Facebook authentication

Configuration

  • To use Facebook login with Hasura, create an app on Facebook at https://developers.facebook.com/.
  • In the newly created app page, obtain the “App ID” and “App Secret” values.
  • Now you need to configure the Hasura auth microservice with these credentials.
  • To configure, go to the conf/auth.yaml file inside your Hasura project.
  • Under facebook, set your clientId.

Note

The facebook key might be commented out. Make sure to uncomment it.

facebook:
  clientId: "String"
  clientSecret:
    secretKeyRef:
      key: auth.facebook.client_secret
      name: hasura-secrets
  • clientId: The app ID obtained when creating the application.

  • clientSecret: The app secret obtained when creating the application. As you see in the above code snippet, client secret is a reference to a hasura project secret called auth.facebook.client_secret. To add your client secret to hasura project secrets, run the following command from your project directory.

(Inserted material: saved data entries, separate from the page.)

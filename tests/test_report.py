"""Unit tests of the reports (report.py): terminal lines, Markdown, JSON, job summary, plot."""

from __future__ import annotations

import json
import math
import re
from pathlib import Path

import pytest

from pytest_ratefloor import report, sources, summary
from pytest_ratefloor.ledger import Ledger
from pytest_ratefloor.measurement import Measurement
from pytest_ratefloor.report import CAUTION, RunOutcome
from pytest_ratefloor.verdicts import Comparison, LedgerRun, compare, listed


def _h(p: float) -> float:
    # binary entropy, reference: scipy.stats.entropy([p, 1-p], base=2) (checked below)
    return -p * math.log2(p) - (1 - p) * math.log2(1 - p)


def meas(codec: str, source: str, bits: int, entropy: float, n: int = 10_000,
         family: str = "", params: dict[str, float] | None = None,
         version: str | None = None) -> Measurement:
    return Measurement(
        codec=codec, source=source, n=n, seed=0, bits=bits, entropy=entropy, floor="entropy",
        floor_bits=entropy * n, sample_information=entropy * n, spread=0.0, fingerprint="ab",
        codec_version=version, source_family=family, source_params=params or {},
    )


def texts(lines: list[summary.Line]) -> list[str]:
    return [line.text for line in lines]


def sample_rows(tmp_path: Path) -> tuple[list[Comparison], RunOutcome]:
    ms = [
        meas("pair|coder", "bernoulli(p=0.1)", 5_000, _h(0.1), family="bernoulli",
             params={"p": 0.1}, version="1.2"),
        meas("pair|coder", "bernoulli(p=0.3)", 9_000, _h(0.3), family="bernoulli",
             params={"p": 0.3}, version="1.2"),
        meas("bytes", "uniform(k=256)", 80_000, 8.0),
        meas("bytes", "uniform(k=16)", 80_000, 4.0),
    ]
    base = Ledger(tmp_path / "ratefloor-ledger.json").merged([
        Measurement(**{**ms[2].__dict__, "bits": 80_100}),
        Measurement(**{**ms[0].__dict__, "bits": 4_990}),
        meas("gone", "uniform(k=2)", 10_000, 1.0),
    ])
    run = LedgerRun(baseline=base, slack=0.01)
    for m in ms:
        run.observe(m)
    rows = run.sorted_comparisons()
    outcome = RunOutcome(ledger_path=base.path, slack=0.01, counts=run.counts(),
                         stale=run.stale())
    return rows, outcome


def test_binary_entropy_helper_matches_scipy() -> None:
    from scipy.stats import entropy

    for p in (0.1, 0.3):
        assert _h(p) == pytest.approx(entropy([p, 1 - p], base=2), rel=1e-14)
        assert sources.binary_entropy(p) == pytest.approx(entropy([p, 1 - p], base=2), rel=1e-14)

    $ hasura secret update auth.facebook.client_secret
    

Web apps

For web apps, use the Facebook login for web Javascript SDK to integrate with Hasura auth.

See here on how to use it: https://developers.facebook.com/docs/facebook-login/web/

Mobile apps

For mobile apps, use the Facebook mobile SDKs to integrate with Hasura auth.

See here how to use it:

API

Login / signup

  • Use Facebook SDK from above to obtain the accessToken (or access_token) of the logged in Facebook user.

  • Once the access_token is obtained, send the access_token to the Hasura auth microservice:

    POST auth.<cluster-name>.hasura-app.io/v1/login HTTP/1.1
    Content-Type: application/json
    
    {
      "provider" : "facebook",
      "data" : {
         "access_token": "String",
      }
    }
    
  • If successful, this will return a response as follows:

    HTTP/1.1 200 OK
    Content-Type: application/json
    
    {
      "auth_token": "b4b345f980ai4acua671ac7r1c37f285f8f62e29f5090306",
      "hasura_id": 79,
      "new_user": true,
      "hasura_roles": [
          "user"
      ]
    }
    
  • If the user is a new user, new_user will be true, else false.

  • To check if the current user is logged in, make a call to: /v1/user/info.

  • To logout, make a call to /v1/user/logout.

  • To get the Hasura credentials of the current logged in user, /v1/user/info.